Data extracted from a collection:
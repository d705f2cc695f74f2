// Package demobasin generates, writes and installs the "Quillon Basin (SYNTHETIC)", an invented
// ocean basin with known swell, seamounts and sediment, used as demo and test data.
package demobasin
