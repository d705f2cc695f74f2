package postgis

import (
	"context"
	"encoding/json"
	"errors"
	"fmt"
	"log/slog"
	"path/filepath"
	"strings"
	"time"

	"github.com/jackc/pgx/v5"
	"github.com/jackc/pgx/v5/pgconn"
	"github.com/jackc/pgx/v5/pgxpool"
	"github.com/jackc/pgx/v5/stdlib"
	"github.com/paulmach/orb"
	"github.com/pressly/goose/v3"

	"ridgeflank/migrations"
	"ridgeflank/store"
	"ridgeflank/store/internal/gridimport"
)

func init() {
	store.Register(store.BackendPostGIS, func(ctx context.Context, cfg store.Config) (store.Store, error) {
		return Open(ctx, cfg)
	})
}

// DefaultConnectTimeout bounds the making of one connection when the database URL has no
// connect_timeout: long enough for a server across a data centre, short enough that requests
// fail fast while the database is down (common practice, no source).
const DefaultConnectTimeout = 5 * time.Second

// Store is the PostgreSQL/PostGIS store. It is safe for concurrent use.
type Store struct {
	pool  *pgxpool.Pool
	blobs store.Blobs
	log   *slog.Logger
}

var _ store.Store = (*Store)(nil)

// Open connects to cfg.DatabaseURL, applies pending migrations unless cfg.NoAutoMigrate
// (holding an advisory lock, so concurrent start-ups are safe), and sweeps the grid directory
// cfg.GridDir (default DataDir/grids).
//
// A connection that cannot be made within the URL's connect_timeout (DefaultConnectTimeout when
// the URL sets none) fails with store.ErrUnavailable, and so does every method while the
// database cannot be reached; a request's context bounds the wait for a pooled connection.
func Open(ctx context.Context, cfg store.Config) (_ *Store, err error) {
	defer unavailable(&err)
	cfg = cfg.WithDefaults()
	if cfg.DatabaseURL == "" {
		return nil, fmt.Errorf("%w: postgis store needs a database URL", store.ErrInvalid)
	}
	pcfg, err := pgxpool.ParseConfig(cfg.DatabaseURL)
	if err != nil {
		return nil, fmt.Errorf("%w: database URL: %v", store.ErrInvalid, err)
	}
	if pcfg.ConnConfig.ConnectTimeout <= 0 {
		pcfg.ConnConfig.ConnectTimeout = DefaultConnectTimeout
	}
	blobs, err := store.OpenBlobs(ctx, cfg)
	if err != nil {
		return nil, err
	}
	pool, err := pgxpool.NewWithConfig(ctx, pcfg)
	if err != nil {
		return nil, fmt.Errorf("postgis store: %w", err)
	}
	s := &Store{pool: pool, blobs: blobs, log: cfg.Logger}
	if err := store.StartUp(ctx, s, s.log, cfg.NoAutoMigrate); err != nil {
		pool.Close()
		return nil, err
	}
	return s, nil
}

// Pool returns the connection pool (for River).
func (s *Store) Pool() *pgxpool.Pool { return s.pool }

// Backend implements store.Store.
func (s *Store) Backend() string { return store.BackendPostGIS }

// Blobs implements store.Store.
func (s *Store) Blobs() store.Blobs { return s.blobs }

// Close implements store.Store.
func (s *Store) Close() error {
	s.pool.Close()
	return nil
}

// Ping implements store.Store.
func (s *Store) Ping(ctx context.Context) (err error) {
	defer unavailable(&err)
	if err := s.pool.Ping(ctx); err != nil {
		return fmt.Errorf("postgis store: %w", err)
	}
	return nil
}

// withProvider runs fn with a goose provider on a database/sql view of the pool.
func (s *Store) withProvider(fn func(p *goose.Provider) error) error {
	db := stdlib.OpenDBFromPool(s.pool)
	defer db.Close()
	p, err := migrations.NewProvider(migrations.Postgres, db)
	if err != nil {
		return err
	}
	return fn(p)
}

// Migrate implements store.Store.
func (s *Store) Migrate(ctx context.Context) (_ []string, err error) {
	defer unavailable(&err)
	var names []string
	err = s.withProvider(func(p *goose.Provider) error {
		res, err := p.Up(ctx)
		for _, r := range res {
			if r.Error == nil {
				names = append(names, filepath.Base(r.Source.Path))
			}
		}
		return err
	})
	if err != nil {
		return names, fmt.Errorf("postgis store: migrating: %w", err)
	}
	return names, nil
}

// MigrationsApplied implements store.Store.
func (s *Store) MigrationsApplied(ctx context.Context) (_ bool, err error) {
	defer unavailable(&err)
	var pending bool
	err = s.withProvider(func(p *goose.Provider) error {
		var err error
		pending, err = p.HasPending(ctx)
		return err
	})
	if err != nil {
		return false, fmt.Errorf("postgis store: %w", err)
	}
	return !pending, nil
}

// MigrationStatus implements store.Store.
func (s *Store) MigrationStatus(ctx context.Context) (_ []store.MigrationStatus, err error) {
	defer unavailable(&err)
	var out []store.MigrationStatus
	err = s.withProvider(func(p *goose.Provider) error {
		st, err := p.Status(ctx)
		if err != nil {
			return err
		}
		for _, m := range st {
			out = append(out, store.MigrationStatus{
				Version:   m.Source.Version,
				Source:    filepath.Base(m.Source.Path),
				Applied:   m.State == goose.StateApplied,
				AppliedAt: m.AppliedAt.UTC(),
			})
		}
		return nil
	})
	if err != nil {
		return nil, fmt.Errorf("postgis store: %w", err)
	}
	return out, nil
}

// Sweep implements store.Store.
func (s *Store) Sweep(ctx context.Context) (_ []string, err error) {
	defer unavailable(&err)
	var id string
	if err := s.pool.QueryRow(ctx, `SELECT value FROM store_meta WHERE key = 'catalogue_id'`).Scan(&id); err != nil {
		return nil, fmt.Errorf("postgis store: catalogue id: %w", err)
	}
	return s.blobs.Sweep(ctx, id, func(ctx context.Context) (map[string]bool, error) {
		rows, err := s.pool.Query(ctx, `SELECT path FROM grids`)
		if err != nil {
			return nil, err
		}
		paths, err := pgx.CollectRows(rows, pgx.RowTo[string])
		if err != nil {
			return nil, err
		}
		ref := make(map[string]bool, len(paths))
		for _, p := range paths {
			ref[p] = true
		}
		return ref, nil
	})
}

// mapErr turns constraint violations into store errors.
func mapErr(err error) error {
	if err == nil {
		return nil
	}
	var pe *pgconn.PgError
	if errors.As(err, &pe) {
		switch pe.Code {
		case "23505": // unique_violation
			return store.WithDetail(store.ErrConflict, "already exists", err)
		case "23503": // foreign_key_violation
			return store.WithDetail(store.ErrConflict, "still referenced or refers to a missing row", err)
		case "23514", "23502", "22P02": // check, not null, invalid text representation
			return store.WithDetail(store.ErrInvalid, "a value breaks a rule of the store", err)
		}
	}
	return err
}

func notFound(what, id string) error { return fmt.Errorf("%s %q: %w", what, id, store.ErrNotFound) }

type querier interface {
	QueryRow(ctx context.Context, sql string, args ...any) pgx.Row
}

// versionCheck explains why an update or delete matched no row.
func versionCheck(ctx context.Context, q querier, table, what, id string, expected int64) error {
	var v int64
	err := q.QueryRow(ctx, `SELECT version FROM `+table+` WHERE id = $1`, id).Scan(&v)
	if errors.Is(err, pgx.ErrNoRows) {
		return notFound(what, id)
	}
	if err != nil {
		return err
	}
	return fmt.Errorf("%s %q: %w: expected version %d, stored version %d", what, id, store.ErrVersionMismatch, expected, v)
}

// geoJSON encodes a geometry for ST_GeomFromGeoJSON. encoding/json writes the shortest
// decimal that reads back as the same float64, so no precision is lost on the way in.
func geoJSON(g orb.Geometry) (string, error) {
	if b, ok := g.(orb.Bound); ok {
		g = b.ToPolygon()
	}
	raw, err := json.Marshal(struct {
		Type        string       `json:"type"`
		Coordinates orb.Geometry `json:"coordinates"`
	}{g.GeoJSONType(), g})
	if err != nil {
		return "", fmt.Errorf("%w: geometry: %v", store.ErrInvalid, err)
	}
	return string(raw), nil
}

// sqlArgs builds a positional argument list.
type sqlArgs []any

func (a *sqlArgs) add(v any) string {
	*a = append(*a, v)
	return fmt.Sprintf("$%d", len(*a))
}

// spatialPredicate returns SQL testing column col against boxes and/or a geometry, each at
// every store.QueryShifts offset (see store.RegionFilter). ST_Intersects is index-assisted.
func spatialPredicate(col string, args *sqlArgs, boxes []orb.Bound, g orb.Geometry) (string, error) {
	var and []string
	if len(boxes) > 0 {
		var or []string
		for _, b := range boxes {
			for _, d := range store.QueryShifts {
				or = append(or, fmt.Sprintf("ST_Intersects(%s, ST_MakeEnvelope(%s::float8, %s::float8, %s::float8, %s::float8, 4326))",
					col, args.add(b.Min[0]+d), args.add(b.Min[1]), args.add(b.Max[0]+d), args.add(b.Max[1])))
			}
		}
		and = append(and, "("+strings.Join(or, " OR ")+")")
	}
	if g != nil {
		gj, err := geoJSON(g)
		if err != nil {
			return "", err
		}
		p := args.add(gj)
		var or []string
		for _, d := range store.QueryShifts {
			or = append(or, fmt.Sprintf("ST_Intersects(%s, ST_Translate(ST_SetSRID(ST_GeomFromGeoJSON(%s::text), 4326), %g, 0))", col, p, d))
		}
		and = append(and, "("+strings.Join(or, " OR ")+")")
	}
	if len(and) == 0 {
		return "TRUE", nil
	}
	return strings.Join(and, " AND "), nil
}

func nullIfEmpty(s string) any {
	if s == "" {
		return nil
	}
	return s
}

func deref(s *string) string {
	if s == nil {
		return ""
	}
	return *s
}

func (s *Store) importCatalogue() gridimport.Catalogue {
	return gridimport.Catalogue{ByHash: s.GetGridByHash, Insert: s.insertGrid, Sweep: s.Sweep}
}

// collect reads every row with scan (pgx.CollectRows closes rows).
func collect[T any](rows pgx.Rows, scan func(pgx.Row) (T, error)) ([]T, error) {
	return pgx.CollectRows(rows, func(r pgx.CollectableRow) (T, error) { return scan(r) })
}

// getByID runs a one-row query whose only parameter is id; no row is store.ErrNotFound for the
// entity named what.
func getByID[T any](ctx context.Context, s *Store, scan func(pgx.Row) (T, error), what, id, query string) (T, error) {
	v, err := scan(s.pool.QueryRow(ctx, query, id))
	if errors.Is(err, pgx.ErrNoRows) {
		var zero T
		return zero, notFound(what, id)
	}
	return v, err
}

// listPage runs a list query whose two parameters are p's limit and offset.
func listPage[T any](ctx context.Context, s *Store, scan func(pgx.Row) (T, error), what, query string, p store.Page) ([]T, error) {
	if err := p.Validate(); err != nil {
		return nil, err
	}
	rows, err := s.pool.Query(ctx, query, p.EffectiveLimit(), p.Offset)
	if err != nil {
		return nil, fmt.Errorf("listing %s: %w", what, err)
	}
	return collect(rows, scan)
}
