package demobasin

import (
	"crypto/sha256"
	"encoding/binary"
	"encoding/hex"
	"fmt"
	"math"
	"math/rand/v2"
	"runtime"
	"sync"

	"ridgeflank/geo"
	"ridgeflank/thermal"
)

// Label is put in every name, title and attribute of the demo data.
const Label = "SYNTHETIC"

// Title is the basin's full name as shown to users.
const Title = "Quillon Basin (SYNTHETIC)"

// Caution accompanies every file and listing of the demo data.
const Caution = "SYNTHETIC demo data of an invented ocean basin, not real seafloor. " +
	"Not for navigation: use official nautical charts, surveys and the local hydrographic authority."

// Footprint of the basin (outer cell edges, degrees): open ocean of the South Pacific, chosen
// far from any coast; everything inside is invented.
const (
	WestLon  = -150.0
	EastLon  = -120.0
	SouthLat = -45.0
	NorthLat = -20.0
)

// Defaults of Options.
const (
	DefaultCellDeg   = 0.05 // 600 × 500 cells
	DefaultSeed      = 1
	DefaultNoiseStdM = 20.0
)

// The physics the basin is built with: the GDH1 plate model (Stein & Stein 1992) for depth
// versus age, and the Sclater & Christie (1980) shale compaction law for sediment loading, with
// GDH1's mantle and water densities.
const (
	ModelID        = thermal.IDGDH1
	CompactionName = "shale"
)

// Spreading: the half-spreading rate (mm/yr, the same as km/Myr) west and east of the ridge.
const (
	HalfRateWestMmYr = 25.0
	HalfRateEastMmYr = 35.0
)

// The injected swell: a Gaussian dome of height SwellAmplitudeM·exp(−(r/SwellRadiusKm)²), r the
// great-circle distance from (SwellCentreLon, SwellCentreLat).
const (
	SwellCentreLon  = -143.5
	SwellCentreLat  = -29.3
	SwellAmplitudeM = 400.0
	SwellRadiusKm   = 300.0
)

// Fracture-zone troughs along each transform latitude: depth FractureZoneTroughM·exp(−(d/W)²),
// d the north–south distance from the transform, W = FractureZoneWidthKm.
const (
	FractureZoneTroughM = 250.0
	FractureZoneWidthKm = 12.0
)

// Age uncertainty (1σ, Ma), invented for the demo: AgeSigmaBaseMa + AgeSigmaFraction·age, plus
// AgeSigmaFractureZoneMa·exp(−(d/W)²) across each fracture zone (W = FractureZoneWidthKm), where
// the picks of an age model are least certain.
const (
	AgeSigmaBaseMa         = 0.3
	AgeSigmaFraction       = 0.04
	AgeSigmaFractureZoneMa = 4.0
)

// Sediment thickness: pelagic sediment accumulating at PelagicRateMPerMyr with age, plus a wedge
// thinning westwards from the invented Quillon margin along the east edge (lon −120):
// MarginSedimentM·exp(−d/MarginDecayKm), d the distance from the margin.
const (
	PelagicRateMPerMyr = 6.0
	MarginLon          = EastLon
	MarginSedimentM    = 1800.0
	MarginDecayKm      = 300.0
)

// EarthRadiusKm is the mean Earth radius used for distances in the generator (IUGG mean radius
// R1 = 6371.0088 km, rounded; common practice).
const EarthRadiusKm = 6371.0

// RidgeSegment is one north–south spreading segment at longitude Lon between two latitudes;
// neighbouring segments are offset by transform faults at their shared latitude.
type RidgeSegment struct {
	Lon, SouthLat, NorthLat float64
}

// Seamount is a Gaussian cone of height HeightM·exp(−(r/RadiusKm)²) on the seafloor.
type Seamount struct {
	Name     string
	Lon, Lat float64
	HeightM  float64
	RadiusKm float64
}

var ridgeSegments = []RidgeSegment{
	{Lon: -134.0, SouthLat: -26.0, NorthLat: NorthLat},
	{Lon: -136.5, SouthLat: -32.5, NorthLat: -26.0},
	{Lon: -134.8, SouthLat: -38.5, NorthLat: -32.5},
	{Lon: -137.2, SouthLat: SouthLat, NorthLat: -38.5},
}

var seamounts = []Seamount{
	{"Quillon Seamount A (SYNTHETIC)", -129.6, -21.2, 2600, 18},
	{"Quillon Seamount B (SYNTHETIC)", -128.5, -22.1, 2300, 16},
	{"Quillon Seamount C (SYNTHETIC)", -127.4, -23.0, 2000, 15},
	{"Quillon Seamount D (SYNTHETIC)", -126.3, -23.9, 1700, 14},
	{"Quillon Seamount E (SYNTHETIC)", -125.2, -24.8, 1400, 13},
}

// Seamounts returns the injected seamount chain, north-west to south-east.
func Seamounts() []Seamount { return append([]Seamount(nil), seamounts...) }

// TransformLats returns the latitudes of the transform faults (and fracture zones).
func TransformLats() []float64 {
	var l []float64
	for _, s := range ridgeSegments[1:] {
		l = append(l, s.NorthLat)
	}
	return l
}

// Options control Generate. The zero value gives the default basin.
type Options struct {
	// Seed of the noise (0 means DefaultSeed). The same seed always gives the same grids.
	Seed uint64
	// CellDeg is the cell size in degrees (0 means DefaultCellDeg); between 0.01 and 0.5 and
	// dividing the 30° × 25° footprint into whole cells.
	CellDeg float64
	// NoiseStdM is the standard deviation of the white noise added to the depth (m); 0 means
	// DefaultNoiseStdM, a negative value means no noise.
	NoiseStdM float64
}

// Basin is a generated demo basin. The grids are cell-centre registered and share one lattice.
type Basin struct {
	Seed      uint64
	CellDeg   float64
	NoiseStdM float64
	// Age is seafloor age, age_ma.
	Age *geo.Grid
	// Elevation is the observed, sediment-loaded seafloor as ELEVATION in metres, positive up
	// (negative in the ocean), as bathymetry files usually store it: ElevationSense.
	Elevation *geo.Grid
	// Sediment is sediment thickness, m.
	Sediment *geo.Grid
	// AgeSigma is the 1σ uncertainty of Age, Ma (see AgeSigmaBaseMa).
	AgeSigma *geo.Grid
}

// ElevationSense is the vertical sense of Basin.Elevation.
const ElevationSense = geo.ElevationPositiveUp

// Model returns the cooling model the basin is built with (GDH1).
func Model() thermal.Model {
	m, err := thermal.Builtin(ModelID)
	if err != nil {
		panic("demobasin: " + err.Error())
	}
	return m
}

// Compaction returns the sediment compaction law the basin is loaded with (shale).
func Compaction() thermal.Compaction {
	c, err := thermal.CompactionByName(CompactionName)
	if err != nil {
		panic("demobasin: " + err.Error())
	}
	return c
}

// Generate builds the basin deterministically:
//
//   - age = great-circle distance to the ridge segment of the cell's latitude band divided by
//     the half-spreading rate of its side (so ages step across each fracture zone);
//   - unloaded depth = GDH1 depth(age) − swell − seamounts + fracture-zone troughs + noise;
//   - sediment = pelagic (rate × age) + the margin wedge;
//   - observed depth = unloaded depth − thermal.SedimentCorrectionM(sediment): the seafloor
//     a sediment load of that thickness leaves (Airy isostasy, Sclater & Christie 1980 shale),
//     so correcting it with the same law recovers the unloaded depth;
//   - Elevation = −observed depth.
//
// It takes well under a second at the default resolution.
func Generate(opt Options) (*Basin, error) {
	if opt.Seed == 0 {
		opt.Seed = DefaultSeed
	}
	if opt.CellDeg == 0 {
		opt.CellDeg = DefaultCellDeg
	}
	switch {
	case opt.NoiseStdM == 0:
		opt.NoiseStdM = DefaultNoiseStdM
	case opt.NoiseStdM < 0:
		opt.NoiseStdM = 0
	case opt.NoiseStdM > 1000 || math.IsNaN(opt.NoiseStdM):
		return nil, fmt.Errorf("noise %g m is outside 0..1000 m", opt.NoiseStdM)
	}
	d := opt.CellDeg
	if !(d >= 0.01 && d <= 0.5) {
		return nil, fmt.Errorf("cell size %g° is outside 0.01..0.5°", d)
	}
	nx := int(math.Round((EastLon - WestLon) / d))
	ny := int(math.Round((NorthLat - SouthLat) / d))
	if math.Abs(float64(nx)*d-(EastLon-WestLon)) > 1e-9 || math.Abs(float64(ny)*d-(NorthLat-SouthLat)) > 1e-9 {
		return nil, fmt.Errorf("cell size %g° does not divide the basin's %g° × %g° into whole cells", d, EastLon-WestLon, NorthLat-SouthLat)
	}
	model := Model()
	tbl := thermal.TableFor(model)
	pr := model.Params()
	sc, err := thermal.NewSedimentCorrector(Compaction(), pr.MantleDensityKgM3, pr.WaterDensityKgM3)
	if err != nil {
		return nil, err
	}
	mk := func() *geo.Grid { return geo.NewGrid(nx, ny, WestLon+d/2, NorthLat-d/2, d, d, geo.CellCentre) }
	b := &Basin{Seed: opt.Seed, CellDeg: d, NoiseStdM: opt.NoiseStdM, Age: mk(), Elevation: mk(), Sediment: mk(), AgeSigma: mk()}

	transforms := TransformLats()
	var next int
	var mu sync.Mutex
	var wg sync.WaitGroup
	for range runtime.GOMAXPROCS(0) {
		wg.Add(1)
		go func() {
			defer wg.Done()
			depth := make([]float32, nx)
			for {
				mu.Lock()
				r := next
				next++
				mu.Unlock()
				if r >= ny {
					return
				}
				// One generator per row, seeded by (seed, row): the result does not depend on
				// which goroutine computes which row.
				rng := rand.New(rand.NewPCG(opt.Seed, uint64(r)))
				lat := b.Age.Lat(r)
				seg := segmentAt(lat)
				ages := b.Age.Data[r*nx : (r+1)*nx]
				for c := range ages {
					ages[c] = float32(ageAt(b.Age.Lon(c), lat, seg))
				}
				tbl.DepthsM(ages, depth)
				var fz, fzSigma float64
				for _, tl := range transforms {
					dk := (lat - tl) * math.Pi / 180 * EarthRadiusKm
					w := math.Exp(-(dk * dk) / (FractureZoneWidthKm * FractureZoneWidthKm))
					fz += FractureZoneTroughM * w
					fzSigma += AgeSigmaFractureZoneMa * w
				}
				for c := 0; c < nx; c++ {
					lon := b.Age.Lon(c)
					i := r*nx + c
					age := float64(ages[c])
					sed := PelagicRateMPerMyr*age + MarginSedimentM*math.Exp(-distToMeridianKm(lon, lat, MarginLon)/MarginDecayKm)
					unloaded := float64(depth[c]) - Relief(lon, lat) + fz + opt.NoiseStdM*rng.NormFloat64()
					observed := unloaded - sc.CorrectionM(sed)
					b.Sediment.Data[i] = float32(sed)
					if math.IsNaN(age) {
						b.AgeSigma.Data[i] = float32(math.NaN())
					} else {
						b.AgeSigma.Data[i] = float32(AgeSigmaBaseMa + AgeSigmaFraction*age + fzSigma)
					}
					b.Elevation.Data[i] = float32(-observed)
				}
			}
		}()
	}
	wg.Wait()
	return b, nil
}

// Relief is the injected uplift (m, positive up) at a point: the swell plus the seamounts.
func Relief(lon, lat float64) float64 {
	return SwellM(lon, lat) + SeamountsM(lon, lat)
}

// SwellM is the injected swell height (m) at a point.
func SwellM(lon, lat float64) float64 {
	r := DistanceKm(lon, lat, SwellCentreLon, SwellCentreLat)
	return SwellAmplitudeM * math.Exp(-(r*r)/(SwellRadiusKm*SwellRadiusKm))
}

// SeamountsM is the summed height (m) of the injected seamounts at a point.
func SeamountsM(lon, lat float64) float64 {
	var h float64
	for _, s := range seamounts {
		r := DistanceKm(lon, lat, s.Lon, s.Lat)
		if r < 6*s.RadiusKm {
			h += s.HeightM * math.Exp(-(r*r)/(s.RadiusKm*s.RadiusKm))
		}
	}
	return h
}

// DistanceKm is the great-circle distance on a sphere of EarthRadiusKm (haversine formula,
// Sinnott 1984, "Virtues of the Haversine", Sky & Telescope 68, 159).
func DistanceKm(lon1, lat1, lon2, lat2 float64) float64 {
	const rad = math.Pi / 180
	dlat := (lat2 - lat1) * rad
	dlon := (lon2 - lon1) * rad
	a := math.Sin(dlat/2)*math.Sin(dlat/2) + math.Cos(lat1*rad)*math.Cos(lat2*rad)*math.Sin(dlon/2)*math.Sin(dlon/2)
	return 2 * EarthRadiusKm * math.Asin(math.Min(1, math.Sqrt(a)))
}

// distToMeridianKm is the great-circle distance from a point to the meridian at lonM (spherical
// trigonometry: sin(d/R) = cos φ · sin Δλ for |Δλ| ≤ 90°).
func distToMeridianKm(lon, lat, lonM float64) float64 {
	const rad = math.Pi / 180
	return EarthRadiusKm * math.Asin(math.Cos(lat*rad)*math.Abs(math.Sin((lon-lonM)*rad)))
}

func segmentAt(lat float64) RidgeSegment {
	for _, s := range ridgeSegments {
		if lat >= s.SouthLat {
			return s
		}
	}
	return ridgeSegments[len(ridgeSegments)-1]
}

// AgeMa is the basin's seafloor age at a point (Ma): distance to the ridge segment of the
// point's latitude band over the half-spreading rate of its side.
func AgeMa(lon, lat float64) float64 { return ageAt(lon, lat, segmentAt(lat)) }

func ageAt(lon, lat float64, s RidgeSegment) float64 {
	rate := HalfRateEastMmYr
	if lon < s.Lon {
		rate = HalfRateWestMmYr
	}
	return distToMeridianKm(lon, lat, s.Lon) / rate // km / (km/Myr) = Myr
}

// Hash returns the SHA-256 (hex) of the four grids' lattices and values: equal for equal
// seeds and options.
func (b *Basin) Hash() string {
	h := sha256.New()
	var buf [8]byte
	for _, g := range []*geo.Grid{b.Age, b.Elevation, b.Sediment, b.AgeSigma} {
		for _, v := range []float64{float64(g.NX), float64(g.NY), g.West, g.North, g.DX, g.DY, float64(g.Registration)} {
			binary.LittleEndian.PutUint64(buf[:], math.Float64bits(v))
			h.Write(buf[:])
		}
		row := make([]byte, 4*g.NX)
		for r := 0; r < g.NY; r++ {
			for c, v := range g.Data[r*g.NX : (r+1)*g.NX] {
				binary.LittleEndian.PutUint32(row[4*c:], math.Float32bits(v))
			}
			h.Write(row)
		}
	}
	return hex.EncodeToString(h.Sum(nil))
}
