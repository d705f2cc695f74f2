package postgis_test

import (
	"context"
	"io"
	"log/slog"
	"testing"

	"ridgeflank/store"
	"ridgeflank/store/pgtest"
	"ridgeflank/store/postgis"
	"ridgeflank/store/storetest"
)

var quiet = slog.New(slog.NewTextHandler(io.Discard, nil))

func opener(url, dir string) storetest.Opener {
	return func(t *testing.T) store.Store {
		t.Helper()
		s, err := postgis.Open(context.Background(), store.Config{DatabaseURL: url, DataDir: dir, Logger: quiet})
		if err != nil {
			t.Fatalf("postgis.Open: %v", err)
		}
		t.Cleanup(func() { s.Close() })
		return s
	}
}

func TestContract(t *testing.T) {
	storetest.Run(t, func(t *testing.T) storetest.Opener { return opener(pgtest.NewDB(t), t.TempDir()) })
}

▶ Problem description: In the data above, which lines include "depth"? Return those lines.

▶ Reply:
// The physics the basin is built with: the GDH1 plate model (Stein & Stein 1992) for depth
// Fracture-zone troughs along each transform latitude: depth FractureZoneTroughM·exp(−(d/W)²),
	// NoiseStdM is the standard deviation of the white noise added to the depth (m); 0 means
//   - unloaded depth = GDH1 depth(age) − swell − seamounts + fracture-zone troughs + noise;
//   - observed depth = unloaded depth − thermal.SedimentCorrectionM(sediment): the seafloor
//     so correcting it with the same law recovers the unloaded depth;
//   - Elevation = −observed depth.
			depth := make([]float32, nx)
				tbl.DepthsM(ages, depth)
					unloaded := float64(depth[c]) - Relief(lon, lat) + fz + opt.NoiseStdM*rng.NormFloat64()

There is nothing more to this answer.